Electricity Networks Association chief executive Alan Jenkins says the "woeful performance of generators this year" needs investigating, particularly when the government-owned trio of Meridian Energy, Mighty River Power and Genesis Power has recently signalled either further price rises to pay for new generation or announced significantly improved profits.
"Before there is any more talk of increasing prices, the government needs to stop and take a close look at what its generating companies are doing. The evidence that the wrong signals are coming through the energy market certainly suggests there is a prima facie case for change," added ENA chairman Warren Moyes.
Genesis yesterday announced a 27% increase in net profit to $NZ61.1 million while last week Mighty River Power announced a $NZ113 million net profit, more than twice the previous year's $NZ47 million.
Meridian Energy's net profit for the half-year to December was $NZ83 million, almost equalling the June 2002 full year result of $NZ84 million, and it last week signalled the need for more price rises to pay for future increases in demand.
Moyes said another example was the winter power crisis which revealed generators were not ready for a drought and the inadequacy of their contingency plans, such as having insufficient coal stockpiles.

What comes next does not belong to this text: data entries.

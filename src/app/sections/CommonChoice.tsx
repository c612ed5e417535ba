import type { ReactNode } from "react";
import type { CaseSheet } from "../../sheet/caseSheet.ts";
import { ChoiceField } from "./ChoiceField.tsx";

/** A choice of several cases at once; where they differ it says so until one answer is chosen for all. */
export function CommonChoice<T extends string>({
  label,
  choices,
  of,
  sheets,
  onChange,
}: {
  label: ReactNode;
  choices: Readonly<Record<T, string>>;
  of: (sheet: CaseSheet) => T;
  sheets: readonly CaseSheet[];
  onChange: (value: T) => void;
}) {
  const [first, ...others] = sheets.map(of);
  const value = others.every((other) => other === first) ? first : null;
  return <ChoiceField label={label} value={value} choices={choices} onChange={onChange} />;
}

Also Meridian last week admitted to a Parliamentary select committee that it had run its hydro stations last March-April, months before it should have, because it incorrectly assumed Genesis was running its thermal power stations at full capacity.
"The current drive to raise prices to pay for possible future investment is like a manufacturer with a booming business lifting prices to pay for a new machine that will bring in even more profits. Even the oil companies at least lower retail prices when their supply costs fall," Moyes concluded.